* **Records for this exercise**:
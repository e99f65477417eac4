"""Region masks (cell-centre rule), the packaged ocean mask, and regional totals arithmetic.

Polygon masks are compared with shapely's vectorised point-in-polygon test (shapely.contains_xy,
a general-purpose geometry library) on the same cell centres.
"""

from __future__ import annotations

import json

import numpy as np
import pytest
import shapely
import xarray as xr
from shapely.geometry import MultiPolygon, Polygon, box

from euphotic import aggregate
from euphotic.config import load_config
from euphotic.ocean import packaged_ocean_mask
from euphotic.regions import box_geometry, polygon_mask, regions_from_config


def _centres(res: float, lon0: float = -180.0):
    lat = np.arange(-90 + res / 2, 90, res)
    lon = np.arange(lon0 + res / 2, lon0 + 360, res)
    return lat, lon


def _shapely_mask(geom, lat, lon):
    lo, la = np.meshgrid(((lon + 180) % 360) - 180, lat)
    return shapely.contains_xy(geom, lo, la)


def test_polygon_mask_matches_shapely_on_cell_centres():
    lat, lon = _centres(0.5)
    poly = Polygon([(-40.2, 10.1), (-20.3, 12.7), (-15.1, 30.4), (-33.3, 41.9), (-45.6, 25.2)])
    np.testing.assert_array_equal(polygon_mask(poly, lat, lon), _shapely_mask(poly, lat, lon))


def test_box_crossing_antimeridian_on_both_longitude_conventions():
    geom = box_geometry(170.0, -10.0, -170.0, 10.0)  # RFC 7946 bbox order, west > east
    assert isinstance(geom, MultiPolygon)
    lat, lon = _centres(1.0)
    m = polygon_mask(geom, lat, lon)
    la, lo = np.meshgrid(lat, lon, indexing="ij")
    expect = (np.abs(la) < 10) & (np.abs(lo) > 170)  # centres are at .5, never on an edge
    np.testing.assert_array_equal(m, expect)
    assert m.sum() == 20 * 20
    # the same region on a 0..360 grid selects the same cells
    lat2, lon2 = _centres(1.0, lon0=0.0)
    m2 = polygon_mask(geom, lat2, lon2)
    la2, lo2 = np.meshgrid(lat2, lon2, indexing="ij")
    np.testing.assert_array_equal(m2, (np.abs(la2) < 10) & (lo2 > 170) & (lo2 < 190))


def test_geojson_antimeridian_split_multipolygon(tmp_path):
    # RFC 7946 section 3.1.9: a geometry crossing the antimeridian is cut into two parts
    gj = {
        "type": "FeatureCollection",
        "features": [
            {
                "type": "Feature",
                "properties": {"label": "Dateline Strait"},
                "geometry": {
                    "type": "MultiPolygon",
                    "coordinates": [
                        [
                            [
                                [175.0, 50.0],
                                [180.0, 50.0],
                                [180.0, 55.0],
                                [175.0, 55.0],
                                [175.0, 50.0],
                            ]
                        ],
                        [
                            [
                                [-180.0, 50.0],
                                [-172.0, 50.0],
                                [-172.0, 55.0],
                                [-180.0, 55.0],
                                [-180.0, 50.0],
                            ]
                        ],
                    ],
                },
            }
        ],
    }
    (tmp_path / "r.geojson").write_text(json.dumps(gj))
    (region,) = regions_from_config(
        [{"geojson": "r.geojson", "name_property": "label"}], tmp_path, "t"
    )
    assert region.name == "Dateline Strait"
    lat, lon = _centres(0.25)
    m = region.mask(lat, lon)
    expect = _shapely_mask(MultiPolygon([box(175, 50, 180, 55), box(-180, 50, -172, 55)]), lat, lon)
    np.testing.assert_array_equal(m, expect)
    assert m.sum() == 20 * (20 + 32)  # 5 x 5 deg and 8 x 5 deg at 0.25 deg


def test_netcdf_mask_region(tmp_path):
    lat, lon = _centres(1.0)
    basin = np.zeros((lat.size, lon.size), "i2")
    basin[100:110, 50:60] = 3
    basin[0:5, :] = 7
    xr.Dataset(
        {"basin": (("lat", "lon"), basin[::-1])}, coords={"lat": lat[::-1], "lon": lon % 360}
    ).to_netcdf(tmp_path / "m.nc")
    (r,) = regions_from_config(
        [{"name": "B3", "mask": "m.nc", "variable": "basin", "value": 3}], tmp_path, "t"
    )
    np.testing.assert_array_equal(r.mask(lat, lon), basin == 3)


def test_config_region_errors(tmp_path):
    from euphotic.errors import ConfigError

    with pytest.raises(ConfigError, match="exactly one of"):
        regions_from_config([{"name": "x"}], tmp_path, "cfg.toml")
    with pytest.raises(ConfigError, match="unique"):
        regions_from_config(
            [{"name": "a", "box": [0, 0, 1, 1]}, {"name": "a", "box": [0, 0, 2, 2]}],
            tmp_path,
            "cfg.toml",
        )
    with pytest.raises(ConfigError, match="west, south, east, north"):
        regions_from_config([{"name": "a", "box": [0, 0, 1]}], tmp_path, "cfg.toml")


def test_packaged_ocean_mask_known_places():
    """General geography (from common knowledge, no source needed): open-ocean points are ocean,
    continental interiors are land."""
    lat = np.array([-30.5, 0.5, 23.5, 45.5])
    lon = np.array([-150.5, -30.5, 10.5, 90.5])
    m = packaged_ocean_mask(lat, lon)
    assert m[0, 0] and m[1, 1] and m[3, 0]  # South Pacific, equatorial Atlantic, North Pacific
    assert not m[2, 2] and not m[3, 3]  # Sahara, central Asia
    # about 70 % of the Earth's surface is ocean (handbook figure ~71 %); centre sampling of a
    # 1-degree grid with ice shelves counted as land gives a little less
    glat, glon = _centres(1.0)
    from euphotic.geo import cell_area

    area = cell_area(glat, glon)
    frac = (area * packaged_ocean_mask(glat, glon)).sum() / area.sum()
    assert 0.66 < frac < 0.73


def test_totals_arithmetic_hand_worked():
    """2 x 2 cells of 1e6 m2 each in a 30-day month, one cell never observed (hand-worked):
    rates 100, 200, 300 mg C m-2 d-1 -> integral 600e6 mg/d; observed 3e6 m2; mean 200;
    total 600e6 * 30 / 1e3 / 1e12 = 1.8e-5 Tg C; filled 200 * 4e6 * 30 / 1e15 = 2.4e-5 Tg C.
    A second, overlapping region holds only the top-left cell: total 100e6 * 30 / 1e15."""
    npp = xr.DataArray([[100.0, 200.0], [300.0, np.nan]], dims=("lat", "lon"))
    cov = xr.DataArray([[0.5, 0.5], [1.0, 0.0]], dims=("lat", "lon"))
    maps = aggregate.MonthlyMaps(
        month=np.datetime64("2024-04"), model="vgpm", npp=npp, coverage=cov, n_days=30
    )
    ocean = xr.DataArray(np.ones((2, 2), bool), dims=("lat", "lon"))
    bits = aggregate.region_bits([np.ones((2, 2), bool), np.array([[True, False], [False, False]])])
    z = aggregate.region_sums(maps, ["R", "corner"], bits, ocean, np.full(2, 1e6))
    row, corner = aggregate.finish_totals(z, np.asarray(z.sums.compute()))
    assert row["mean_npp_mgC_m-2_d-1"] == pytest.approx(200.0)
    assert row["observed_area_km2"] == pytest.approx(3.0)
    assert row["ocean_area_km2"] == pytest.approx(4.0)
    assert row["coverage_fraction"] == pytest.approx(0.5)
    assert row["total_TgC"] == pytest.approx(1.8e-5)
    assert row["total_filled_TgC"] == pytest.approx(2.4e-5)
    assert corner["total_TgC"] == pytest.approx(3.0e-6)
    assert corner["ocean_area_km2"] == pytest.approx(1.0)


def test_region_bits_many_overlapping():
    rng = np.random.default_rng(3)
    masks = [rng.random((5, 7)) > 0.5 for _ in range(40)]
    bits = aggregate.region_bits(masks)
    assert bits.dtype == np.uint64
    for r, m in enumerate(masks):
        np.testing.assert_array_equal(((bits >> np.uint64(r)) & np.uint64(1)).astype(bool), m)


def test_demo_config_loads_all_region_kinds():
    from pathlib import Path

    cfg = load_config(Path(__file__).resolve().parents[1] / "configs" / "demo.toml")
    assert [r.name for r in cfg.regions] == [
        "Skerrow Shelf",
        "Outer Maren Gyre",
        "Tollan Bank",
        "Whole Maren Sea",
    ]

* **Your task**: Starting at the top of the data above, repeat every line exactly until the line containing "geom = box_geometry(170.0, -10.0, -170.0, 10.0)" has been given, then stop.

* **Task solution**:
repository e99f65477417eac4
"""Region masks (cell-centre rule), the packaged ocean mask, and regional totals arithmetic.

Polygon masks are compared with shapely's vectorised point-in-polygon test (shapely.contains_xy,
a general-purpose geometry library) on the same cell centres.
"""

from __future__ import annotations

import json

import numpy as np
import pytest
import shapely
import xarray as xr
from shapely.geometry import MultiPolygon, Polygon, box

from euphotic import aggregate
from euphotic.config import load_config
from euphotic.ocean import packaged_ocean_mask
from euphotic.regions import box_geometry, polygon_mask, regions_from_config


def _centres(res: float, lon0: float = -180.0):
    lat = np.arange(-90 + res / 2, 90, res)
    lon = np.arange(lon0 + res / 2, lon0 + 360, res)
    return lat, lon


def _shapely_mask(geom, lat, lon):
    lo, la = np.meshgrid(((lon + 180) % 360) - 180, lat)
    return shapely.contains_xy(geom, lo, la)


def test_polygon_mask_matches_shapely_on_cell_centres():
    lat, lon = _centres(0.5)
    poly = Polygon([(-40.2, 10.1), (-20.3, 12.7), (-15.1, 30.4), (-33.3, 41.9), (-45.6, 25.2)])
    np.testing.assert_array_equal(polygon_mask(poly, lat, lon), _shapely_mask(poly, lat, lon))


def test_box_crossing_antimeridian_on_both_longitude_conventions():
    geom = box_geometry(170.0, -10.0, -170.0, 10.0)  # RFC 7946 bbox order, west > east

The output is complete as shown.